Read Acts 11:19–30

19 Now those who had been scattered by the persecution that broke out when Stephen was killed traveled as far as Phoenicia, Cyprus and Antioch, spreading the word only among Jews. 20 Some of them, however, men from Cyprus and Cyrene, went to Antioch and began to speak to Greeks also, telling them the good news about the Lord Jesus. 21 The Lord’s hand was with them, and a great number of people believed and turned to the Lord.

22 News of this reached the church in Jerusalem, and they sent Barnabas to Antioch. 23 When he arrived and saw what the grace of God had done, he was glad and encouraged them all to remain true to the Lord with all their hearts. 24 He was a good man, full of the Holy Spirit and faith, and a great number of people were brought to the Lord.

25 Then Barnabas went to Tarsus to look for Saul, 26 and when he found him, he brought him to Antioch.
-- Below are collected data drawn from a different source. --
"""The report's tables for a spreadsheet: every stage's tugs, and every stage's balance.

Both tables are read off the JSON report (:func:`core.io.report.report_json`), never
computed again, so a spreadsheet carries the same numbers as the report. Each column
names the report field it comes from (:data:`TUG_COLUMNS`, :data:`BALANCE_COLUMNS`),
with its unit in the heading. In SI the numbers are the report's exactly (written so
that they read back to the same float); in display units they are the report's
converted through core.units. Missing values are empty cells, yes/no fields ``yes`` or
``no``.
"""

from __future__ import annotations

import csv
import io
import os
from collections.abc import Sequence
from dataclasses import dataclass
from pathlib import Path
from typing import Any

from core.io.projectfile import write_atomic
from core.units import DisplayUnits, Quantity, label

KeyPath = tuple[str | int, ...]


@dataclass(frozen=True, slots=True)
class Column:
    """One column: its heading (without unit), where it comes from, and its quantity."""

    heading: str
    path: KeyPath  # keys into the row's JSON object (a stage, or one tug of it)
    quantity: Quantity | None = None  # None: a number without a unit choice, or text
    unit: str = ""  # the SI unit, or a fixed unit such as "%" or "deg"

    def title(self, units: DisplayUnits | None) -> str:
        if self.quantity is not None and units is not None:
            return f"{self.heading} ({label(units.unit(self.quantity))})"
        return f"{self.heading} ({self.unit})" if self.unit else self.heading


STAGE_COLUMNS = (Column("Stage no.", ("_number",)), Column("Stage", ("stage",)))

#: One row a tug of a stage: the tug as set (the balance), the pull solved for the goal, and
#: the line's load on its fitting.
TUG_COLUMNS: tuple[Column, ...] = (
    *STAGE_COLUMNS,
    Column("Tug", ("tug",)),
    Column("Hull", ("hull",)),
    Column("Point", ("point",)),
    Column("Mode", ("mode",)),
    Column("Setting", ("setting_percent",), unit="%"),
    Column("Assigned pull", ("assigned_pull_N",), "force", "N"),
    Column("Usable pull", ("usable_pull_N",), "force", "N"),
    Column("Rated pull", ("rated_pull_N",), "force", "N"),
    Column("Share of rated pull", ("share_of_rated_pull",), unit="fraction"),
    Column("Force ahead", ("force_N", "ahead"), "force", "N"),
    Column("Force to port", ("force_N", "to_port"), "force", "N"),
    Column("Pulling towards, relative", ("force_bearing_deg",), unit="deg"),
    Column("Yaw moment about the centroid", ("yaw_moment_about_centroid_Nm",), "moment", "N*m"),
    Column("Tug x", ("tug_position_m", 0), "length", "m"),
    Column("Tug y", ("tug_position_m", 1), "length", "m"),
    Column("Solved pull", ("_solved", "pull_N"), "force", "N"),
    Column("Solved setting", ("_solved", "setting_percent"), unit="%"),
    Column("Fitting", ("_fitting", "fitting_type")),
    Column("Line angle below the horizontal", ("_fitting", "line_angle_deg"), unit="deg"),
    Column("Line tension", ("_fitting", "tension_N"), "force", "N"),
    Column("Fitting rating", ("_fitting", "rating_N"), "force", "N"),
    Column("Over the fitting's rating", ("_fitting", "over_rating")),
    Column(
        "Fitting's load from every tug at it", ("_fitting", "fitting_total_load_N"), "force", "N"
    ),
    Column("Fitting's load over its rating", ("_fitting", "fitting_total_over_rating")),
)

_B = ("balance",)
_EQ = ("balance", "equivalent")
_SOLVED = ("solve", "solved")
_HOLD = ("hold_limits",)

#: One row a stage: the verdict, the balance as set, the goal and the solved pulls, the tug
#: lost check, hold limits.
BALANCE_COLUMNS: tuple[Column, ...] = (
    *STAGE_COLUMNS,
    Column("Kind", ("kind",)),
    Column("Verdict", ("verdict", "status")),
    Column("Reasons", ("_reasons",)),
    Column("Body", (*_B, "body")),
    Column("Centroid x", (*_B, "centroid_m", 0), "length", "m"),
    Column("Centroid y", (*_B, "centroid_m", 1), "length", "m"),
    Column("Net force", (*_B, "net_force_N", "magnitude"), "force", "N"),
    Column("Net force ahead", (*_B, "net_force_N", "ahead"), "force", "N"),
    Column("Net force to port", (*_B, "net_force_N", "to_port"), "force", "N"),
    Column("Net force towards, relative", (*_B, "net_force_bearing_deg"), unit="deg"),
    Column("Net force in words", (*_B, "net_force_words")),
    Column("Yaw moment about the centroid", (*_B, "yaw_moment_about_centroid_Nm"), "moment", "N*m"),
    Column(
        "Yaw moment about the centre of gravity",
        (*_B, "yaw_moment_about_centre_of_gravity_Nm"),
        "moment",
        "N*m",
    ),
    Column("Turning", (*_B, "turning")),
    Column("Equivalent", (*_EQ, "kind")),
    Column("Line of action from the centroid", (*_EQ, "offset_from_centroid_m"), "length", "m"),
    Column("Line crosses the centreline at x", (*_EQ, "crosses_centreline_at_x_m"), "length", "m"),
    Column("Goal", ("goal", "kind")),
    Column("Goal met by the pulls as set", ("goal", "met_by_the_pulls_as_set")),
    Column("Goal met by the solved pulls", (*_SOLVED, "goal_met")),
    Column("Total solved pull", (*_SOLVED, "total_pull_N"), "force", "N"),
    Column("Largest setting", (*_SOLVED, "largest_setting"), unit="fraction"),
    Column("Goal met with any one tug lost", ("solve", "tug_lost", "passes")),
    Column("Loss that hurts most", ("solve", "tug_lost", "worst_loss")),
    Column("Lowest hold limit", (*_HOLD, "lowest_all_tugs", "speed_ms"), "speed", "m/s"),
    Column(
        "Lowest hold limit from, true", (*_HOLD, "lowest_all_tugs", "from_true_deg"), unit="deg"
    ),
    Column("Warnings", ("_warnings",)),
)


def lookup(obj: Any, path: KeyPath) -> Any:
    """The value at ``path`` in nested dicts and lists; None where the path stops."""
    for key in path:
        if isinstance(obj, dict) and isinstance(key, str):
            obj = obj.get(key)
        elif isinstance(obj, list) and isinstance(key, int) and -len(obj) <= key < len(obj):
            obj = obj[key]
        else:
            return None
    return obj


def cell(value: Any, quantity: Quantity | None, units: DisplayUnits | None) -> str:
    """A value as a cell: floats so they read back exactly (SI) or converted (display)."""
    if value is None:
        return ""
    if isinstance(value, bool):
        return "yes" if value else "no"
    if isinstance(value, int) and quantity is None:
        return str(value)
    if isinstance(value, int | float):
        v = float(value)
        if quantity is not None and units is not None:
            v = units.value(v, quantity)
        return repr(v + 0.0)  # + 0.0: never "-0.0"
    return str(value)


def _joined(items: Any, key: str) -> str | None:
    """The ``key`` of each object in a list, joined with " | " (None for none)."""
    texts = [str(x.get(key, "")) for x in items or [] if isinstance(x, dict)]
    return " | ".join(texts) or None


def stage_rows(report: dict[str, Any]) -> list[dict[str, Any]]:
    """Each stage's JSON with its number, and its verdict's reasons and its warnings joined."""
    rows = []
    for i, s in enumerate(report.get("stages", []), start=1):
        rows.append(
            {
                **s,
                "_number": i,
                "_reasons": _joined(lookup(s, ("verdict", "reasons")), "text"),
                "_warnings": _joined(lookup(s, ("balance", "warnings")), "message"),
            }
        )
    return rows


def tug_rows(report: dict[str, Any]) -> list[dict[str, Any]]:
    """One object a tug of a stage: the balance's tug, with the stage, its solved pull and
    the load on its fitting."""
    rows = []
    for s in stage_rows(report):
        solved = {t.get("tug"): t for t in lookup(s, ("solve", "solved", "tugs")) or []}
        fittings = {f.get("tug"): f for f in s.get("fittings") or [] if isinstance(f, dict)}
        for t in lookup(s, ("balance", "tugs")) or []:
            rows.append(
                {
                    **t,
                    "_number": s["_number"],
                    "stage": s["stage"],
                    "_solved": solved.get(t["tug"]),
                    "_fitting": fittings.get(t["tug"]),
                }
            )
    return rows


def table(
    rows: Sequence[dict[str, Any]], columns: Sequence[Column], units: DisplayUnits | None = None
) -> list[list[str]]:
    """Heading row and one row of cells per object."""
    out = [[c.title(units) for c in columns]]
    for r in rows:
        out.append([cell(lookup(r, c.path), c.quantity, units) for c in columns])
    return out


def tug_table(report: dict[str, Any], units: DisplayUnits | None = None) -> list[list[str]]:
    """The tugs of every stage; SI (the report's numbers) unless ``units`` are given."""
    return table(tug_rows(report), TUG_COLUMNS, units)


def balance_table(report: dict[str, Any], units: DisplayUnits | None = None) -> list[list[str]]:
    """The balance of every stage; SI (the report's numbers) unless ``units`` are given."""
    return table(stage_rows(report), BALANCE_COLUMNS, units)


TABLES = {"tugs": tug_table, "balance": balance_table}


def csv_text(rows: Sequence[Sequence[str]]) -> str:
    """CSV text (comma separated, quoted where needed, one row a line)."""
    buf = io.StringIO()
    csv.writer(buf, lineterminator="\n").writerows(rows)
    return buf.getvalue()


def write_csv(path: str | os.PathLike[str], rows: Sequence[Sequence[str]]) -> Path:
    """Write a table atomically as UTF-8 with a byte-order mark (so spreadsheets read
    "t·m" and "²" right); raises OSError when it cannot be written."""
    p = Path(path)
    write_atomic(p, csv_text(rows).encode("utf-8-sig"))
    return p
So for a whole year Barnabas and Saul met with the church and taught great numbers of people. The disciples were called Christians first at Antioch.

27 During this time some prophets came down from Jerusalem to Antioch. 28 One of them, named Agabus, stood up and through the Spirit predicted that a severe famine would spread over the entire Roman world. (This happened during the reign of Claudius.) 29 The disciples, as each one was able, decided to provide help for the brothers and sisters living in Judea. 30 This they did, sending their gift to the elders by Barnabas and Saul.

New International Version (NIV)
Holy Bible, New International Version®, NIV® Copyright ©1973, 1978, 1984, 2011 by Biblica, Inc.® Used by permission. All rights reserved worldwide.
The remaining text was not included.